TASK DIRECTIONS: Tally how many lines in the data below include "self", then please reply with only that figure.

[Items from a data source]
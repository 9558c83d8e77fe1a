"""service.cli.main."""
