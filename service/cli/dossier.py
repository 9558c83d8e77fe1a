"""``foldline dossier``: a series' champion, its justification, issued forecasts against
their actuals and the audit events, as they stood at a point in time."""

from __future__ import annotations

import argparse
import io

from sqlalchemy.orm import Session, sessionmaker

from backtest.tidy import write_csv
from service.cli.store import add_store_option, run_in_store
from service.errors import InvalidInputError
from service.http.schemas.dossier import ChampionEntryOut, DossierOut, StepRow
from service.http.schemas.results import columns
from service.limits import MAX_DOSSIER_ITEMS
from service.moments import point_in_time
from service.usecases.dossier import read_dossier_of
from service.views.dossier import dossier_out, step_rows


def register(subparsers: argparse._SubParsersAction[argparse.ArgumentParser]) -> None:
    """Add the ``dossier`` command."""
    command = subparsers.add_parser(
        "dossier", help="which model a series trusted, why, and how its forecasts fared")
    command.add_argument("series", metavar="SERIES", help="the series key")
    command.add_argument("--as-of", metavar="WHEN", help="ISO 8601 date or time (default: now;"
                         " a date means the end of that day, a time without offset is UTC)")
    command.add_argument("--issued-from", metavar="WHEN", help="issued at or after (ISO 8601)")
    command.add_argument("--issued-to", metavar="WHEN", help="issued before (ISO 8601)")
    command.add_argument("--target-from", metavar="PERIOD", help="a target period on or after")
    command.add_argument("--target-to", metavar="PERIOD", help="a target period on or before")
    command.add_argument("--limit", type=int, default=200, metavar="N",
                         help="at most N forecasts and N audit events (the latest)")
    command.add_argument("--csv", action="store_true", help="one row per forecast step")
    add_store_option(command)
    command.set_defaults(handler=dossier_command)


def dossier_command(args: argparse.Namespace) -> int:
    def work(sessions: sessionmaker[Session]) -> str:
        if not 1 <= args.limit <= MAX_DOSSIER_ITEMS:
            raise InvalidInputError(f"--limit {args.limit}: give 1 to {MAX_DOSSIER_ITEMS} "
                                    "(the API's limit too)")
        dossier = read_dossier_of(
            sessions, args.series, as_of=point_in_time("--as-of", args.as_of, day_end=True),
            limit=args.limit, issued_from=point_in_time("--issued-from", args.issued_from),
            issued_to=point_in_time("--issued-to", args.issued_to),
            target_from=args.target_from, target_to=args.target_to)
        if args.csv:
            out = io.StringIO()
            names = columns(StepRow)
            write_csv(({k: _cell(v) for k, v in row.model_dump().items()}
                       for row in step_rows(dossier)), names, out)
            return out.getvalue().rstrip("\n")
        return "\n".join(dossier_lines(dossier_out(dossier)))
    return run_in_store(args, work)


def dossier_lines(dossier: DossierOut) -> list[str]:
    """The dossier as text for a terminal."""
    unit = f", unit {dossier.unit}" if dossier.unit else ""
    lines = [f"{dossier.series_key} ({dossier.frequency}, season length "
             f"{dossier.season_length}{unit}) as of {dossier.as_of.isoformat()}"]
    lines.append("champion: " + (_choice(dossier.champion) if dossier.champion else "none"))
    lines += ["  earlier: " + _choice(c) for c in dossier.champion_history[:-1]]
    lines.append("data versions:")
    lines += [f"  v{v.version}  {v.n_obs} obs {v.first_period}..{v.last_period}  "
              f"{v.change}  sha256 {v.fingerprint}  {v.created_at:%Y-%m-%d} by {v.created_by}"
              for v in dossier.versions]
    lines.append(f"issued forecasts ({len(dossier.forecasts)}):")
    for f in dossier.forecasts:
        realised = "no actuals yet" if f.realised_mase is None else (
            f"realised MASE {f.realised_mase:.3f} against promised "
            + ("n/a" if f.promised_mase is None else f"{f.promised_mase:.3f}")
            + "  coverage " + " ".join(f"{level}%:{share:.2f}"
                                       for level, share in sorted(f.coverage.items())))
        lines.append(f"  #{f.forecast_id}  {f.issued_at:%Y-%m-%d} by {f.issued_by}  "
                     f"{f.candidate}  origin {f.origin}  v{f.series_version}  "
                     f"{f.outcomes_known}/{len(f.periods)} known  {realised}")
    lines.append(f"audit events: {len(dossier.events)}")
    lines += [f"  #{e.seq}  {e.occurred_at.isoformat()}  {e.actor}  {e.action}  "
              f"{e.subject_label} [{e.subject}]" for e in dossier.events]
    return lines


def _choice(entry: ChampionEntryOut) -> str:
    found = entry.justification
    evidence = "no run named" if found is None else (
        f"run {found.run_id} (v{found.series_version}) rank {found.rank}, score "
        + ("n/a" if found.score is None else f"{found.score:.3f}")
        + (", in the confidence set" if found.in_confidence_set else ""))
    return (f"{entry.candidate} [{entry.candidate_id}] chosen {entry.chosen_at:%Y-%m-%d %H:%M} "
            f"by {entry.chosen_by}: \"{entry.reason}\"; {evidence}")


def _cell(value: object) -> object:
    return value.isoformat() if hasattr(value, "isoformat") else value
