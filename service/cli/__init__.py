"""The ``foldline`` command line (:mod:`service.cli.main`), one module per command group.
Commands call :mod:`service.usecases`; errors end as one line on stderr and exit code 2.
"""
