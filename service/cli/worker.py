"""``foldline worker``: a standalone job worker reading the ``FOLDLINE_*`` settings.

It runs until SIGTERM or SIGINT. The first signal stops it at the next task of the current
run, which is handed back for another worker to resume; a second one ends it at once (the
run's lease then runs out and another worker resumes it after ``lease_seconds``).
"""

from __future__ import annotations

import argparse
import logging
import signal
import sys
import threading
from types import FrameType

from service.settings import InvalidSettingsError, checked_settings
from service.worker.loop import Worker
from storage.errors import StorageError

log = logging.getLogger("foldline.worker")


def register(subparsers: argparse._SubParsersAction[argparse.ArgumentParser]) -> None:
    """Add the ``worker`` command."""
    worker = subparsers.add_parser(
        "worker", help="claim queued runs from the store and compute them",
        description="Run a job worker until SIGTERM/SIGINT; settings come from the "
                    "FOLDLINE_* environment variables (see deploy/SETTINGS.md).")
    worker.set_defaults(handler=run_worker)


def run_worker(_args: argparse.Namespace) -> int:
    """Run a worker until a stop signal; 2 if the settings or the database URL are invalid."""
    try:
        settings = checked_settings()
    except InvalidSettingsError as exc:
        print(f"foldline: error: {exc}", file=sys.stderr)
        return 2
    logging.basicConfig(level=logging.INFO, stream=sys.stderr,
                        format="%(asctime)s %(name)s %(levelname)s %(message)s")
    try:
        worker = Worker(settings)
    except StorageError as exc:
        print(f"foldline: error: {exc}", file=sys.stderr)
        return 2
    stop = threading.Event()
    _stop_on_signals(stop)
    try:
        worker.run_forever(stop)
    finally:
        worker.close()
    return 0


def _stop_on_signals(stop: threading.Event) -> None:
    def handle(signum: int, _frame: FrameType | None) -> None:
        log.info("%s: stopping at the next task; send it again to stop at once",
                 signal.Signals(signum).name)
        stop.set()
        signal.signal(signal.SIGTERM, signal.SIG_DFL)
        signal.signal(signal.SIGINT, signal.default_int_handler)

    signal.signal(signal.SIGTERM, handle)
    signal.signal(signal.SIGINT, handle)
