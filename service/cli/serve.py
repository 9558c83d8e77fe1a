"""``foldline serve``: the API server, with an embedded job worker by default.

On the embedded default (a SQLite file) the store's migrations are applied at start, so
one command gives a working service; on a shared PostgreSQL store they are applied once by
``foldline db upgrade`` (deploy/LAYOUT.md), or here with ``--migrate``.
"""

from __future__ import annotations

import argparse
import socket
import sys

import uvicorn
from sqlalchemy.engine import make_url

from service.http.app import create_app
from service.settings import InvalidSettingsError, Settings, checked_settings
from service.usecases.store import migrate_store
from service.worker.loop import start_embedded


def register(subparsers: argparse._SubParsersAction[argparse.ArgumentParser]) -> None:
    """Add the ``serve`` command."""
    serve = subparsers.add_parser(
        "serve", help="run the HTTP API (and a job worker unless FOLDLINE_EMBEDDED_WORKER=false)",
        description="Serve the API on FOLDLINE_HOST:FOLDLINE_PORT; settings come from the "
                    "FOLDLINE_* environment variables (see deploy/SETTINGS.md).")
    serve.add_argument("--host", help="override FOLDLINE_HOST")
    serve.add_argument("--port", type=int, help="override FOLDLINE_PORT")
    serve.add_argument("--migrate", action="store_true",
                       help="apply the store's migrations first (always done for SQLite)")
    serve.set_defaults(handler=run_server)


def run_server(args: argparse.Namespace) -> int:
    """Serve until interrupted; exit 2 on invalid settings."""
    try:
        settings = checked_settings()
    except InvalidSettingsError as exc:
        print(f"foldline: error: {exc}", file=sys.stderr)
        return 2
    updates = {k: v for k, v in (("host", args.host), ("port", args.port)) if v is not None}
    settings = settings.model_copy(update=updates)
    if args.migrate or settings.database_url.startswith("sqlite"):
        migrate_store(settings.database_url)
    return _serve(settings)


class _AnnouncingServer(uvicorn.Server):
    """A uvicorn server that says where it listens once its socket is bound."""

    def __init__(self, config: uvicorn.Config, settings: Settings) -> None:
        super().__init__(config)
        self.settings = settings

    async def startup(self, sockets: list[socket.socket] | None = None) -> None:
        await super().startup(sockets)
        if self.started:
            print(listening_line(self.settings), flush=True)


def listening_line(settings: Settings) -> str:
    """``listening on http://host:port``, the store (password hidden), the docs and pages."""
    base = f"http://{settings.host}:{settings.port}"
    store = make_url(settings.database_url).render_as_string(hide_password=True)
    worker = "with an embedded worker" if settings.embedded_worker else "without a worker"
    return (f"foldline: listening on {base} ({worker}); store {store}; API docs "
            f"{base}/docs; reviewer pages {base}/pages/")


def _serve(settings: Settings) -> int:
    worker = start_embedded(settings) if settings.embedded_worker else None
    try:
        config = uvicorn.Config(create_app(settings), host=settings.host, port=settings.port,
                                log_level="warning")
        _AnnouncingServer(config, settings).run()
    finally:
        if worker is not None:
            thread, stop = worker
            stop.set()
            thread.join(timeout=30)
    return 0
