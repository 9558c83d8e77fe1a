"""``foldline monitor``: a series' champion (or a named candidate) under monitoring, or the
flags of every series' champion."""

from __future__ import annotations

import argparse
import sys

from sqlalchemy.orm import Session, sessionmaker

from service.cli.ledger_text import flag_lines, monitoring_lines
from service.cli.store import add_store_option, run_in_store
from service.usecases.monitoring import monitor_champions, monitor_series
from service.views.ledger_answers import monitoring_out


def register(subparsers: argparse._SubParsersAction[argparse.ArgumentParser]) -> None:
    """Add the ``monitor`` command."""
    parser = subparsers.add_parser("monitor", help="realised accuracy and flags of champions")
    parser.add_argument("series", nargs="?", metavar="SERIES",
                        help="one series in detail (default: the flags of every champion)")
    parser.add_argument("--candidate", metavar="ID", help="default: the series' champion")
    parser.add_argument("--json", action="store_true", help="the report as JSON")
    add_store_option(parser)
    parser.set_defaults(handler=monitor_command)


def monitor_command(args: argparse.Namespace) -> int:
    if args.candidate is not None and args.series is None:
        print("foldline: error: --candidate needs a SERIES", file=sys.stderr)
        return 2

    def work(sessions: sessionmaker[Session]) -> str:
        with sessions.begin() as session:
            if args.series is not None:
                found = [monitor_series(session, args.series, args.candidate)]
            else:
                found, _ = monitor_champions(session)
        outs = [monitoring_out(m) for m in found]
        if args.json:
            return "\n".join(out.model_dump_json() for out in outs)
        if args.series is not None:
            return "\n".join(monitoring_lines(outs[0]))
        return "\n".join(line for out in outs for line in
                         [f"{out.series_key}: champion {out.candidate_id}",
                          *flag_lines(out.flags)]) or "no series has a champion"
    return run_in_store(args, work)
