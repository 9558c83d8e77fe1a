"""``foldline forecast``: issue a forecast into the ledger, list the ledger, show one, and
show what came true."""

from __future__ import annotations

import argparse
import io
from collections.abc import Iterable
from typing import Any

from sqlalchemy.orm import Session, sessionmaker

from backtest.tidy import write_csv
from service.cli.ledger_text import forecast_lines, outcome_lines
from service.cli.store import add_store_option, operator, run_in_store
from service.http.schemas.forecasts import ForecastOut, ForecastRow, OutcomeRow
from service.http.schemas.results import columns
from service.moments import MOMENT_HELP, point_in_time
from service.settings import checked_settings
from service.usecases import forecasts
from service.usecases.issue_forecast import IssueRequest, issue
from service.views.ledger_answers import forecast_out, forecast_rows, outcome_rows, outcome_set_out


def register(subparsers: argparse._SubParsersAction[argparse.ArgumentParser]) -> None:
    """Add the ``forecast`` command group."""
    group = subparsers.add_parser("forecast", help="issue forecasts and read the ledger")
    commands = group.add_subparsers(dest="forecast_command", required=True, metavar="COMMAND")
    issuing = commands.add_parser("issue", help="fit a candidate on a series version and "
                                  "record its forecast")
    issuing.add_argument("series", metavar="SERIES")
    issuing.add_argument("--horizon", required=True, type=int, help="steps ahead")
    issuing.add_argument("--candidate", metavar="ID", help="default: the series' champion")
    issuing.add_argument("--version", type=int, metavar="N", help="default: the latest")
    issuing.add_argument("--levels", default=(80, 95), type=_levels,
                         help="interval levels in %% (default 80,95)")
    issuing.add_argument("--seed", type=int, default=0)
    issuing.set_defaults(handler=forecast_issue)
    listing = commands.add_parser("list", help="issued forecasts, oldest first")
    listing.add_argument("--series", metavar="SERIES")
    listing.add_argument("--candidate", metavar="ID")
    listing.add_argument("--from", dest="issued_from", metavar="TIME",
                         help=f"issued at or after: {MOMENT_HELP}")
    listing.add_argument("--to", dest="issued_to", metavar="TIME",
                         help=f"issued before: {MOMENT_HELP}")
    listing.add_argument("--horizon", type=int, help="only this step ahead")
    listing.add_argument("--csv", action="store_true", help="the flat ledger as CSV")
    listing.set_defaults(handler=forecast_list)
    show = commands.add_parser("show", help="one issued forecast")
    show.add_argument("forecast_id", type=int, metavar="ID")
    show.set_defaults(handler=forecast_show)
    outcomes = commands.add_parser("outcomes", help="what came true for a forecast")
    outcomes.add_argument("forecast_id", type=int, metavar="ID")
    outcomes.add_argument("--all", action="store_true", help="every version scored against")
    outcomes.add_argument("--csv", action="store_true")
    outcomes.set_defaults(handler=forecast_outcomes)
    for parser in (issuing, listing, show, outcomes):
        add_store_option(parser)


def forecast_issue(args: argparse.Namespace) -> int:
    def work(sessions: sessionmaker[Session]) -> str:
        request = IssueRequest(series_key=args.series, horizon=args.horizon,
                               levels=args.levels, seed=args.seed,
                               version=args.version, candidate_id=args.candidate)
        record, created = issue(sessions, request, checked_settings(), actor=operator())
        out = _out(forecasts.issued_forecast(sessions, record.forecast_id))
        note = "" if created else "identical inputs were issued before: "
        return note + "\n".join(forecast_lines(out))
    return run_in_store(args, work)


def forecast_list(args: argparse.Namespace) -> int:
    def work(sessions: sessionmaker[Session]) -> str:
        issued_from = point_in_time("--from", args.issued_from)
        issued_to = point_in_time("--to", args.issued_to)
        outs = [_out(n) for n in forecasts.issued_forecasts(
            sessions, series_key=args.series, candidate_id=args.candidate,
            issued_from=issued_from, issued_to=issued_to, limit=1_000_000)]
        if args.csv:
            return _csv((row for out in outs for row in forecast_rows(out, args.horizon)),
                        columns(ForecastRow))
        return "\n".join(line for out in outs
                         for line in _lines(out, args.horizon)) or "no forecasts issued"
    return run_in_store(args, work)


def forecast_show(args: argparse.Namespace) -> int:
    def work(sessions: sessionmaker[Session]) -> str:
        return "\n".join(forecast_lines(_out(forecasts.issued_forecast(sessions,
                                                                       args.forecast_id))))
    return run_in_store(args, work)


def forecast_outcomes(args: argparse.Namespace) -> int:
    def work(sessions: sessionmaker[Session]) -> str:
        found = forecasts.forecast_outcomes(sessions, args.forecast_id, every=args.all)
        out = _out(found.forecast)
        sets = [outcome_set_out(s, number, s.series_version_id == found.current_version_id)
                for s, number in found.sets]
        if args.csv:
            return _csv(outcome_rows(out, sets), columns(OutcomeRow))
        return "\n".join([*forecast_lines(out), *outcome_lines(sets)])
    return run_in_store(args, work)


def _out(issued: forecasts.Numbered) -> ForecastOut:
    return forecast_out(issued.record, issued.version)


def _lines(out: ForecastOut, horizon: int | None) -> list[str]:
    if horizon is None:
        return list(forecast_lines(out))
    steps = [s for s in out.steps if s.horizon == horizon]
    return list(forecast_lines(out.model_copy(update={"steps": steps}))) if steps else []


def _levels(text: str) -> tuple[int, ...]:
    try:
        return tuple(int(part) for part in text.split(","))
    except ValueError:
        raise argparse.ArgumentTypeError(f"{text!r} is not a list like 80,95") from None


def _csv(rows: Iterable[dict[str, Any]], names: tuple[str, ...]) -> str:
    out = io.StringIO()
    write_csv(({name: row.get(name) for name in names} for row in rows), names, out)
    return out.getvalue().rstrip("\n")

ANSWER FOR THE TASK: 5